Why is public method in private struct accessible

Question

Why does this code compile and lib::Foo::SecretStruct::SecretFunc can be accessed despite SecretStruct being private?

#include <iostream>
#include <memory>
#include <type_traits>

namespace lib {
template <typename T> struct Bar {};

struct Foo {
private:
  struct SecretStruct {
    static void SecretFunc() {
      std::cout << "super secret function is called\n";
    }
  };

public:
  using TBar = Bar<SecretStruct>;
};
} // namespace lib

template <typename T> struct GetSecretImpl {};
template <typename T>
struct GetSecretImpl<lib::Bar<T>> : std::type_identity<T> {};

int main() {
  using SecretT = typename GetSecretImpl<lib::Foo::TBar>::type;
  SecretT::SecretFunc();
}

Answer 1

Anything private that becomes a part of a public interface becomes visible to code outside.

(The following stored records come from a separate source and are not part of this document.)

r"""Covariance recipes for the estimates.

All recipes work on the *whitened* problem: residuals ``r_i = (y_i - f_i) / sigma_i``
(sigma_i = 1 when no uncertainties are given) and the Jacobian ``J`` of ``f / sigma``
with respect to the free parameters, over the points used in the fit.

``least squares``
    ``C = s^2 (J^T J)^{-1}`` with ``s^2 = RSS / (n - p)`` (NIST StRD convention); with
    sigma taken as absolute, ``C = (J^T J)^{-1}``.
``Huber H1``
    For M-estimates with scale ``s`` and standardised residuals ``u = r / s``:
    ``C = K^2 [s^2 sum psi(u)^2 / (n - p)] / m^2 (J^T J)^{-1}`` with
    ``m = mean psi'(u)`` and ``K = 1 + (p/n) var(psi'(u)) / m^2`` (Huber 1981, section
    7.6; statsmodels RLM's default "H1", with J in place of the design matrix for
    nonlinear models).
``model-based, absolute sigma``
    With sigma taken as absolute (known standard uncertainties) the scale is 1 and
    the spread of psi is not estimated from the data either, just as least squares
    then reports ``(J^T W J)^{-1}`` unscaled: ``C = s^2 E[psi(Z)^2] / E[psi'(Z)]^2
    (J^T J)^{-1}`` with the expectations at a standard normal Z (Huber 1981, 7.6, the
    asymptotic covariance at the model), i.e. ``(J^T W J)^{-1}`` divided by the loss's
    Gaussian efficiency.
``sandwich``
    ``C = s^2 A^{-1} B A^{-1} n/(n-p)``, ``A = sum psi'(u_i) J_i J_i^T``,
    ``B = sum psi(u_i)^2 J_i J_i^T`` (Huber 1967). Used when H1 is not defined
    (``m <= 0``, possible for redescending losses).
``L1 (sparsity)``
    ``C = tau^2 (J^T J)^{-1}``, ``tau = 1/(2 f(0))``; the sparsity ``1/f(0)`` is the L1
    slope of the sorted nonzero residuals nearest zero against their ranks, with the
    Hall-Sheather bandwidth (Siddiqui 1960; Koenker 2005, 3.4.2; R quantreg's
    ``summary.rq(se = "iid")``), the window kept off the extreme residuals.

The products ``(J^T J)^{-1}`` are formed from the SVD of ``J``, never from the normal
equations, so they keep their accuracy on ill-conditioned problems.
"""
from __future__ import annotations

import math

import numpy as np
from ._lazy import LazyModule

from .losses import Loss
from .solvers import small_la
from .scale import psi_slope_at_normal, psi_variance_at_normal

optimize = LazyModule("scipy.optimize", globals())  # lazy: 0.4 s to import, needed once a fit runs
special = LazyModule("scipy.special", globals())  # lazy: 0.3 s to import, needed once results are made

RECIPE_LS = "least squares: s^2 (J^T J)^-1, s^2 = RSS/(n - p)"
RECIPE_LS_ABS = "least squares with absolute sigma: (J^T W J)^-1, W = 1/sigma^2"
RECIPE_H1 = "Huber H1: K^2 s^2 [sum psi^2/(n - p)] / (mean psi')^2 (J^T J)^-1"
RECIPE_M_ABS = ("model-based, absolute sigma: s^2 E[psi^2]/E[psi']^2 (J^T W J)^-1, "
                "expectations at N(0, 1)")
RECIPE_SANDWICH = "sandwich: s^2 A^-1 B A^-1 n/(n - p), A = sum psi' J J^T, B = sum psi^2 J J^T"
RECIPE_L1 = ("L1: tau^2 (J^T J)^-1, tau = 1/(2 f(0)); sparsity 1/f(0) from the nonzero "
             "residuals nearest 0 (Koenker's iid recipe, Hall-Sheather bandwidth)")


_EPS = float(np.finfo(float).eps)


class RankDeficient(Exception):
    """The Jacobian does not determine all parameters."""


class CovarianceUnavailable(Exception):
    """The recipe could not be computed (the estimates stand; their uncertainties do not).

    ``complete``: the text is a whole statement for the analyst (what happened, what is
    still reported, what to do), not a reason to be completed by the caller.
    """

    def __init__(self, text: str, complete: bool = False):
        super().__init__(text)
        self.complete = complete


#: what an L1 fit still reports, and what the analyst can do, when its sparsity is unknown
_L1_NO_SPREAD_TAIL = ("The estimates are reported (a line or curve with the smallest sum of absolute "
                      "deviations) without standard uncertainties. Look at the residuals: exclude the "
                      "points that do not belong (with a reason), or fit with Huber or least squares, "
                      "or use bootstrap intervals, for uncertainties.")


def _l1_no_spread(what: str) -> CovarianceUnavailable:
    return CovarianceUnavailable(f"L1 cannot estimate standard uncertainties here: {what}. "
                                 + _L1_NO_SPREAD_TAIL, complete=True)


def inv_jtj(J: np.ndarray, rcond: float | None = None) -> np.ndarray:
    """``(J^T J)^{-1}`` from the SVD of J; raises RankDeficient when J is singular."""
    J = np.asarray(J, dtype=float)
    n, p = J.shape
    if p == 0:
        return np.zeros((0, 0))
    if n > 20000:
        # large n: the scaled Gram matrix is accurate enough when well conditioned
        # (column by column: thin matrix products are slow in OpenBLAS)
        G = np.empty((p, p))
        for i in range(p):
            for j in range(i, p):
                G[i, j] = G[j, i] = J[:, i] @ J[:, j]
        d = np.sqrt(np.diag(G))
        if np.any(d == 0) or not np.all(np.isfinite(d)):
            raise RankDeficient("a parameter has no effect on the model at the solution")
        G = G / np.outer(d, d)
        ev = np.linalg.eigvalsh(G)
        if ev[0] > 0 and ev[-1] <= 1e8 * ev[0]:
            return np.linalg.inv(G) / np.outer(d, d)
    # column scaling makes the rank decision independent of parameter units
    d = np.sqrt(np.einsum("ij,ij->j", J, J))
    if not (d.all() and np.isfinite(d).all()):  # (a zero or non-finite column)
        raise RankDeficient("a parameter has no effect on the model at the solution")
    Js = J / d
    # (numpy.linalg.svd's own LAPACK call without its wrapper's overhead: the same numbers)
    U, sv, Vt = small_la.svd_thin(Js)
    if not np.isfinite(sv).all():
        raise np.linalg.LinAlgError("SVD did not converge")  # (as numpy.linalg.svd raises)
    tol = (rcond if rcond is not None else max(n, p) * _EPS) * float(sv[0])
    if sv[-1] <= tol:
        raise RankDeficient("the parameters are not all identifiable (rank-deficient Jacobian)")
    V = Vt.T / sv
    return (V @ V.T) / (d[:, None] * d)  # (np.outer(d, d))


def cov_least_squares(J, r, dof: int, absolute: bool = False, inv_jtj=None):
    """Least-squares covariance; ``inv_jtj`` may pass a refined ``(J^T J)^-1``."""
    base = globals()["inv_jtj"](J) if inv_jtj is None else inv_jtj
    if absolute:
        return base, RECIPE_LS_ABS
    s2 = float(np.sum(r * r)) / dof if dof > 0 else float("nan")
    return s2 * base, RECIPE_LS


def cov_m_estimate(J, u, s: float, loss: Loss, dof: int, recipe: str = "auto", *,
                   psi=None, dpsi=None, absolute: bool = False):
    """H1 (default) or sandwich covariance for an M-estimate; see module docstring.

    ``psi`` and ``dpsi`` may pass ``loss.psi(u)`` and ``loss.dpsi(u)`` when the solver
    already has them (``u`` is then not used). ``absolute=True`` (sigma known) gives
    the model-based covariance instead.
    """
    J = np.asarray(J, dtype=float)
    n, p = J.shape
    if absolute:
        e1 = psi_slope_at_normal(loss)
        if not e1 > 0:
            raise RankDeficient("the loss's mean psi' at the normal model is not positive")
        return s * s * psi_variance_at_normal(loss) / (e1 * e1) * inv_jtj(J), RECIPE_M_ABS
    if psi is None:
        psi = loss.psi(u)
    if dpsi is None:
        dpsi = loss.dpsi(u)
    dpsi = np.asarray(dpsi, dtype=float)
    m = float(dpsi.sum()) / n  # (np.mean: the same sum and division)
    sig2_psi = s * s * float(psi @ psi) / dof if dof > 0 else float("nan")
    if recipe in ("auto", "H1") and m > 0.05:
        var_dpsi = max(float(dpsi @ dpsi) / n - m * m, 0.0)
        K = 1.0 + (p / n) * var_dpsi / (m * m)
        return (K * K * sig2_psi / (m * m)) * inv_jtj(J), RECIPE_H1
    if recipe == "H1":
        raise RankDeficient("H1 covariance undefined: mean psi' is not positive")
    A = (J * dpsi[:, None]).T @ J
    B = (J * (psi * psi)[:, None]).T @ J
    try:
        Ainv = np.linalg.inv(A)
    except np.linalg.LinAlgError:
        raise RankDeficient("the robust curvature matrix is singular") from None
    if not np.all(np.linalg.eigvalsh(0.5 * (A + A.T)) > 0):
        raise RankDeficient("the robust curvature matrix is not positive definite")
    factor = n / dof if dof > 0 else float("nan")
    return s * s * factor * (Ainv @ B @ Ainv), RECIPE_SANDWICH


def _hall_sheather(n: int) -> float:
    """Hall and Sheather's (1988) bandwidth at the median, 95 % level (R quantreg's
    ``bandwidth.rq(0.5, n, hs = TRUE)``, statsmodels' ``hall_sheather``)."""
    z = float(special.ndtri(0.975))  # normal quantile (what scipy.stats.norm.ppf evaluates)
    phi0 = 1.0 / math.sqrt(2.0 * math.pi)  # standard normal density at 0
    return n ** (-1.0 / 3.0) * z ** (2.0 / 3.0) * (1.5 * phi0 ** 2) ** (1.0 / 3.0)


def _lad_slope(t: np.ndarray, v: np.ndarray) -> float:
    """Slope of the L1 line fit of v on t (the dual LP by HiGHS, v scaled to order one)."""
    if v.size == 2:
        return float((v[1] - v[0]) / (t[1] - t[0]))
    sv = float(np.max(np.abs(v - np.median(v)))) or 1.0
    st = float(np.max(np.abs(t))) or 1.0
    A = np.c_[np.ones_like(t), t / st]
    # one solve, no retry with other HiGHS methods: highs-ds never returned on a
    # degenerate window (the two-sizes case is caught before, in l1_sparsity)
    res = optimize.linprog(-v / sv, A_eq=A.T, b_eq=np.zeros(2), bounds=(-1, 1), method="highs")
    if res.status != 0 or res.eqlin is None:  # no other slope is put in its place
        raise _l1_no_spread(
            "the spread of the residuals nearest zero (the L1 sparsity) could not be "
            f"computed (its linear programme stopped with solver status {res.status})")
    return float(-res.eqlin.marginals[1] * sv / st)


def l1_sparsity(r: np.ndarray, p: int) -> float:
    """``1/f(0)`` of the errors from the residuals of an L1 fit with p parameters.

    Koenker's recipe (*Quantile Regression*, 2005, section 3.4.2; R quantreg's
    ``summary.rq(se = "iid")``): drop the residuals that are zero at the L1 solution
    (the p interpolated points, ``pz`` of them), take the ``h + 1`` residuals nearest
    zero, ``h = max(p + 1, ceil(n * hall_sheather(n)))``, sort them, and fit their values
    against their ranks over the nonzero count by L1; the slope is the sparsity. Taking
    the residuals nearest zero, not the order statistics at ``0.5 +- h``, keeps outliers
    out: at n <= 12 the Hall-Sheather window spans nearly the whole sample. The window
    is further capped to leave out the two residuals farthest from zero, so one or two
    gross outliers can never enter it, even at n = 8. Raises CovarianceUnavailable (a
    whole statement for the analyst) when those residuals take only one or two values
    (no spread near zero: e.g. half of the points on a line, half offset from it) or
    when the linear program for the slope fails.
    """
    r = np.asarray(r, dtype=float)
    n = r.size
    a = np.abs(r)
    if n == 0 or not np.any(a > 0):
        return 0.0
    tol = max(1e-9 * float(np.median(a)), 1e-14 * float(np.max(a)))
    nz_mask = a > tol
    nz = int(nz_mask.sum())
    if nz < 2:
        # one nonzero residual (n = p + 1, or an exact fit up to rounding): the
        # difference quotient between it and the zeros, in rank steps of 1/nz
        return float(np.max(a[nz_mask])) if nz else 0.0
    pz = n - nz
    h = max(p + 1, int(math.ceil(n * _hall_sheather(n))))
    cnt = min(h + 1, nz)
    cnt = min(cnt, max(nz - 2, min(nz, 3)))
    rn = r[nz_mask]
    arn = np.abs(rn)
    if cnt < arn.size:
        # the cnt residuals nearest zero, ties at the cut by position (the set a stable
        # sort of all of them would give; one partition, not a sort of n values)
        kth = np.partition(arn, cnt - 1)[cnt - 1]
        below = np.flatnonzero(arn < kth)
        near = np.concatenate([below, np.flatnonzero(arn == kth)[: cnt - below.size]])
    else:
        near = np.arange(arn.size)
    v = np.sort(rn[near])
    sizes = _distinct(v)
    if sizes.size <= 2:
        # no spread near zero to measure: the slope of a step (or of a constant) is an
        # artefact of the ranks (0, so u = 0, or a degenerate programme HiGHS gives up on)
        size = _distinct(np.sort(np.abs(v)))
        shown = " and ".join(f"{w:.6g}" for w in size)
        raise _l1_no_spread(
            f"the residuals nearest the fit are all of size{'s' if size.size > 1 else ''} {shown}, "
            "as when half of the points lie on one line and half are offset from it, so their "
            "spread near zero (the L1 sparsity) cannot be measured and other lines may fit "
            "equally well")
    t = np.arange(pz + 1, pz + cnt + 1, dtype=float) / nz
    return max(_lad_slope(t, v), 0.0)


def _distinct(v: np.ndarray) -> np.ndarray:
    """The distinct values of sorted ``v``, values within rounding (1e-9 of the largest
    magnitude) counted as one."""
    tol = 1e-9 * float(np.max(np.abs(v)))
    keep = np.r_[True, np.diff(v) > tol]
    return v[keep]


def cov_l1(J, r):
    """``C = (sparsity / 2)^2 (J^T J)^-1`` (the median's ``tau (1 - tau) = 1/4``)."""
    J = np.asarray(J, dtype=float)
    n, p = J.shape
    sparsity = l1_sparsity(r, p)
    tau = 0.5 * sparsity
    return tau * tau * inv_jtj(J), RECIPE_L1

Consider the following code:

#include <iostream>

struct Outer
{
private:
    struct Inner { static void Foo() { std::cout << "Foo.\n"; } };

public:
    static Inner GetInner();
};

int main()
{
    decltype(Outer::GetInner()) inner;
    inner.Foo();
    return 0;
}

Since Inner is the return type of a public member function, it can be used by code outside Outer despite itself being a private struct.

Your code is more involved but in principle does the same thing:

public:
  using TBar = Bar<SecretStruct>;

TBar is part of the public interface. SecretStruct is used by TBar, so it also becomes a part of the public interface.

---

In C++, the access modifiers only control access to names. This means you cannot use the names Outer::Inner (in my example) or lib::Foo::SecretStruct directly from outside the scope they are declared in. In those cases, name lookup is performed first to identify the entity being accessed, then the found entity is checked with access rules.

If there are others ways to access an entity indirectly without spelling out its partial or fully qualified name, access modifiers can't stop them.